Certifications & Validations

Protocol Validation

Along with the documentation needed for use, operation and maintenance that comes with every Schmucker machine, the client can request a Protocol Validation in accordance with the standards GMP and GAMP 4. This documentation provides the highest guarantee that a specific process generates a product with the pre-defined specifications and its quality attributes.

The IQ OQ validation documents and controls, by means of the Protocol of Validation, the functions, features, and operation of the specific machine.

The Protocol of Validation is prepared based on the provisions of the standards GMP (Good Manufacturing Practice) and GAMP 4 (Good Automated Manufacturing Practice) created for and used by the pharmaceutical sector.

A team of skilled technicians deals with all the forms for the testing the system is to undergo and the preparation of documents such as FS, DS, IQ/OQ Test Protocol.

21 CFR PART 11 OF THE FDA (documentation security)

Schmucker, which also works in the pharmaceutical and food sectors, has always given the utmost attention to issues such as quality, tracking of data and care for instrumentation that is used.
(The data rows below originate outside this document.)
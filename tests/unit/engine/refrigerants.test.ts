import { describe, expect, it } from "vitest";
import { REFRIGERANTS, globalWarmingPotential100 } from "@/lib/engine/refrigerants";

describe("100-year GWP of refrigerants", () => {
  // Published blend values [memory]: AR5-based figures as listed in national inventories and industry
  // tables — R-410A 1924, R-404A 3943, R-407C 1624, R-507A 3985; AR6: R-134a 1530, R-410A 2256.
  it.each([
    ["R717", "AR5", 0],
    ["R134a", "AR5", 1300],
    ["R410A", "AR5", 1924],
    ["R404A", "AR5", 3943],
    ["R407C", "AR5", 1624],
    ["R507A", "AR5", 3985],
    ["R22", "AR5", 1760],
    ["R134a", "AR6", 1530],
    ["R410A", "AR6", 2256],
  ] as const)("%s (%s) = %d", (r, report, published) => {
    expect(Math.abs(globalWarmingPotential100(r, report) - published)).toBeLessThanOrEqual(0.6);
  });

  it("ammonia has none in either report; every other refrigerant has some", () => {
    for (const r of REFRIGERANTS) {
      for (const rep of ["AR5", "AR6"] as const) {
        if (r === "R717") expect(globalWarmingPotential100(r, rep)).toBe(0);
        else expect(globalWarmingPotential100(r, rep)).toBeGreaterThan(500);
      }
    }
  });
});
This commitment is driven by the innate skill and professionalism that characterize the company, and recently by the need to meet the validation requirements of the FOOD AND DRUG ADMINISTRATION (FDA).

The FDA validates each production process and required documentation evidence that any food or drug product has followed a proper production process, in accordance with the various phases established by international standards and established norms.

The document 21 CFR part 11 specifically analyzes documentation security and requires companies that produce drugs for human use to follow certain guidelines concerning identification, tracking and authentication of documents concerning the development and production of those drugs.

The FDA requires constant filing of documents during the production phase. These documents may be inspected at any time.

The document 21 CFR part 11 therefore establishes the guidelines to be followed so that any system is able to provide the documentation and electronic signatures to ensure the possibility to verify and validate those documents, for the recognition of the operator and the printing of production documents.